### Exercise goal
When you find the word "side" in a line of the entries, please copy the whole line.
+++
using CourseSim.Engine;
using CourseSim.Settings;
using CourseSim.Tests.Settings;

namespace CourseSim.Tests.Engine;

/// <summary>Scenarios written inline for engine tests (steady wind unless a test says otherwise).</summary>
public static class EngineTestKit
{
    public static string Equip(string name) => Path.Combine(RepoRoot.Path, "scenarios", "equipment", name).Replace("\\", "/");

    public static string SteadyWind(double kn, double fromDeg = 0) =>
        $"[wind]\nspeed_kn = {kn}\ndirection_deg = {fromDeg}\nshift_amplitude_deg = 0\ngust_intensity = 0\nshadows = false\n";

    /// <summary>A board on a far waypoint (no course events), for sailing at fixed angles.</summary>
    public static RaceSetup OpenWater(double kn, string equipment, bool pumping = true, string extra = "") =>
        Parse(SteadyWind(kn) + $"[race]\nfalls = false\npumping = {(pumping ? "true" : "false")}\ncountdown_s = 20\ntime_limit_s = 600\n{extra}" +
              "[course]\nkind = \"waypoints\"\norder = \"far\"\n[course.marks.far]\nx_m = 0\ny_m = 40000\n" +
              $"[boards.a]\nequipment = \"{Equip(equipment)}\"\n");

    public static RaceSetup Parse(string toml, ulong? seed = null, CourseSim.Agents.TacticRegistry? tactics = null) =>
        ScenarioFile.FromSettings(SettingsFile.Parse(toml, "test.toml", ScenarioFile.Schema), seed, tactics);

    public static RaceSetup Demo(IEnumerable<string>? sets = null, ulong? seed = null) =>
        ScenarioFile.LoadRace(Path.Combine(RepoRoot.Path, "scenarios", "korrin-bay-race.toml"), sets, seed);
}
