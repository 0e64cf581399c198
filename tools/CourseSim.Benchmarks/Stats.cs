namespace CourseSim.Benchmarks;

/// <summary>Best and median of repeated stretches (the machine is shared: the best is the least disturbed).</summary>
public static class Stats
{
    public static double Min(IReadOnlyList<double> xs) => xs.Count == 0 ? double.NaN : xs.Min();
    public static double Max(IReadOnlyList<double> xs) => xs.Count == 0 ? double.NaN : xs.Max();

    public static double Median(IReadOnlyList<double> xs)
    {
        if (xs.Count == 0) return double.NaN;
        var s = xs.OrderBy(x => x).ToArray();
        return s.Length % 2 == 1 ? s[s.Length / 2] : 0.5 * (s[s.Length / 2 - 1] + s[s.Length / 2]);
    }

    /// <summary>"best / median" of costs (lower is better).</summary>
    public static string Cost(IReadOnlyList<double> xs, string fmt = "F0") => $"{Min(xs).ToString(fmt)} / {Median(xs).ToString(fmt)}";

    /// <summary>"best / median" of rates (higher is better).</summary>
    public static string Rate(IReadOnlyList<double> xs, string fmt = "F2") => $"{Max(xs).ToString(fmt)} / {Median(xs).ToString(fmt)}";

    public static string Verdict(bool met) => met ? "met" : "NOT met";
}
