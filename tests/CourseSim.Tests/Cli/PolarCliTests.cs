using System.Text.Json;
using CourseSim.Tests.Settings;

namespace CourseSim.Tests.Cli;

public class PolarCliTests
{
    static (int code, string stdout, string stderr) Run(params string[] args)
    {
        var o = new StringWriter(); var e = new StringWriter();
        int code = CourseSim.Cli.Program.Run(args, o, e);
        return (code, o.ToString(), e.ToString());
    }

    static string Equip(string name) => Path.Combine(RepoRoot.Path, "scenarios", "equipment", name);
    static string TempDir() => Directory.CreateTempSubdirectory("cs-test-").FullName;

    [Fact]
    public void JsonHasTheDocumentedFields()
    {
        string dir = TempDir();
        var (code, stdout, _) = Run("polar", Equip("heavy-86.toml"), "--wind", "8,14", "--angles", "40:180:20", "--format", "json", "--out", dir);
        Assert.Equal(0, code);
        using var doc = JsonDocument.Parse(stdout);
        var root = doc.RootElement;
        var points = root.GetProperty("points");
        Assert.Equal(2 * 8, points.GetArrayLength());
        foreach (var name in new[] { "tws_kn", "twa_deg", "speed_kn", "vmg_kn", "leeway_deg", "aoa_deg", "heel_use", "planing" })
            Assert.True(points[0].TryGetProperty(name, out _), name);
        foreach (var side in new[] { "upwind", "downwind" })
        {
            var first = root.GetProperty(side)[0];
            foreach (var name in new[] { "tws_kn", "twa_deg", "vmg_kn", "speed_kn" }) Assert.True(first.TryGetProperty(name, out _), name);
        }
        var thr = root.GetProperty("planing_threshold_kn");
        Assert.Equal(JsonValueKind.Number, thr.GetProperty("without_pumping").ValueKind);
        Assert.Equal(JsonValueKind.Number, thr.GetProperty("with_pumping").ValueKind);
        Assert.True(File.Exists(Path.Combine(dir, "polar.csv")));
        Assert.True(new FileInfo(Path.Combine(dir, "polar.png")).Length > 10_000);
        Assert.Equal(17, File.ReadAllLines(Path.Combine(dir, "polar.csv")).Length);
    }

    [Fact]
    public void TableCarriesCaution()
    {
        var (code, stdout, _) = Run("polar", Equip("light-66.toml"), "--wind", "10", "--angles", "90", "--out", TempDir());
        Assert.Equal(0, code);
        Assert.Contains("not a judgement of safe conditions", stdout);
        Assert.Contains("Planing threshold", stdout);
    }

    [Fact]
    public void ComparisonFindsCrossoverAndWritesChart()
    {
        string dir = TempDir();
        var (code, stdout, _) = Run("polar", Equip("light-66.toml"), Equip("light-78.toml"), "--wind", "6:24:2", "--angles", "30:180:5", "--format", "json", "--out", dir);
        Assert.Equal(0, code);
        using var doc = JsonDocument.Parse(stdout);
        Assert.True(doc.RootElement.GetProperty("crossovers").GetArrayLength() >= 1);
        Assert.True(File.Exists(Path.Combine(dir, "comparison.png")));
    }

    [Fact]
    public void SetOverrideChangesResult()
    {
        var (_, a, _) = Run("polar", Equip("heavy-86.toml"), "--wind", "12", "--angles", "90", "--format", "json", "--out", TempDir());
        var (_, b, _) = Run("polar", Equip("heavy-86.toml"), "--wind", "12", "--angles", "90", "--format", "json", "--out", TempDir(), "--set", "sail.area_m2=5.0");
        double Speed(string s) => JsonDocument.Parse(s).RootElement.GetProperty("points")[0].GetProperty("speed_kn").GetDouble();
        Assert.True(Speed(b) < Speed(a));
    }

    [Theory]
    [InlineData("--set", "sail.aera_m2=7")]
    [InlineData("--set", "rider.mass_kg=900")]
    [InlineData("--wind", "abc")]
    [InlineData("--angles", "180:30:5")]
    [InlineData("--format", "xml")]
    public void BadInputExitsTwo(string opt, string value)
    {
        var (code, _, err) = Run("polar", Equip("heavy-86.toml"), opt, value, "--out", TempDir());
        Assert.Equal(2, code);
        Assert.StartsWith("error:", err);
        Assert.DoesNotContain("   at ", err);
    }

    [Fact]
    public void BadFileNamesFileAndLine()
    {
        string f = Path.Combine(TempDir(), "bad.toml");
        File.WriteAllText(f, "[fin]\narea_cm2 = 450\ndepth = 40\n");
        var (code, _, err) = Run("polar", f, "--out", TempDir());
        Assert.Equal(2, code);
        Assert.Contains("bad.toml:3", err);
        Assert.Contains("fin.depth_cm", err);
    }
}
+++
### Exercise output
        foreach (var side in new[] { "upwind", "downwind" })
            var first = root.GetProperty(side)[0];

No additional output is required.